Gerechtshof Amsterdam

Datum uitspraak
7 november 2012
Publicatiedatum
5 april 2013
Zaaknummer
13-706318-11
Instantie
Gerechtshof Amsterdam
Type
Uitspraak
Rechtsgebied
Strafrecht
Procedures
  • Hoger beroep
Vindplaatsen
  • Rechtspraak.nl
AI samenvatting door LexboostAutomatisch gegenereerd

Afwijzing van het hoger beroep inzake schadevergoeding na overleveringsdetentie

In deze zaak heeft het Gerechtshof Amsterdam op 7 november 2012 uitspraak gedaan in hoger beroep tegen de beschikking van de rechtbank Amsterdam. De verzoeker had een verzoek ingediend op basis van artikel 67 van de Overleveringswet (OLW) juncto artikel 89 van het Wetboek van Strafvordering (Sv) om schadevergoeding te verkrijgen voor de schade die hij zou hebben geleden als gevolg van zijn overleveringsdetentie.

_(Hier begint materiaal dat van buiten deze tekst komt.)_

def test_changes_requested_then_revised_and_resubmitted(lab):
    researcher, officer = lab["researcher"], lab["officer"]
    proc = researcher.call("POST", "/procedures", cdse_core(lab), 201)
    researcher.call("POST", f"/procedures/{proc['id']}/submit")
    researcher.call("PATCH", f"/procedures/{proc['id']}", {"title": "while submitted"}, 409)
    officer.call("POST", f"/procedures/{proc['id']}/request_changes", {}, 422)  # a comment is required
    officer.call("POST", f"/procedures/{proc['id']}/request_changes", {"comment": "Add the quench step."})
    edited = researcher.call("PATCH", f"/procedures/{proc['id']}", {"title": "CdSe cores, with quench"})
    assert edited["state"] == "changes_requested" and edited["revision"] == 1
    assert researcher.call("POST", f"/procedures/{proc['id']}/submit")["state"] == "submitted"


def test_editing_an_approved_procedure_makes_a_new_revision(lab):
    researcher, officer = lab["researcher"], lab["officer"]
    proc = researcher.call("POST", "/procedures", cdse_core(lab), 201)
    researcher.call("POST", f"/procedures/{proc['id']}/submit")
    officer.call("POST", f"/procedures/{proc['id']}/approve", {"comment": "ok"})
    revision = researcher.call("PATCH", f"/procedures/{proc['id']}", {"scale": 3}, 201)
    assert (revision["revision"], revision["state"], revision["revision_of_id"]) == (2, "draft", proc["id"])
    assert researcher.call("GET", f"/procedures/{proc['id']}")["state"] == "approved"  # old one still readable
    assert "scale_factor_over_last_approved" in _measures(revision)  # 3× the approved scale
    researcher.call("PATCH", f"/procedures/{proc['id']}", {"scale": 2}, 409)  # one open revision at a time
    researcher.call("POST", f"/procedures/{revision['id']}/submit")
    officer.call("POST", f"/procedures/{revision['id']}/approve", {"comment": "scale-up reviewed"})
    assert researcher.call("GET", f"/procedures/{proc['id']}")["state"] == "retired"
    family = researcher.call("GET", f"/procedures/{revision['id']}/revisions")["items"]
    assert [(p["revision"], p["state"]) for p in family] == [(1, "retired"), (2, "approved")]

De rechtbank had de verzoeker echter niet-ontvankelijk verklaard in zijn verzoek. Het hof heeft kennisgenomen van de stukken in de strafzaak en de advocaat-generaal en de advocaat van de verzoeker gehoord tijdens de openbare behandeling van het verzoekschrift. De verzoeker was niet verschenen, ondanks een behoorlijke oproeping.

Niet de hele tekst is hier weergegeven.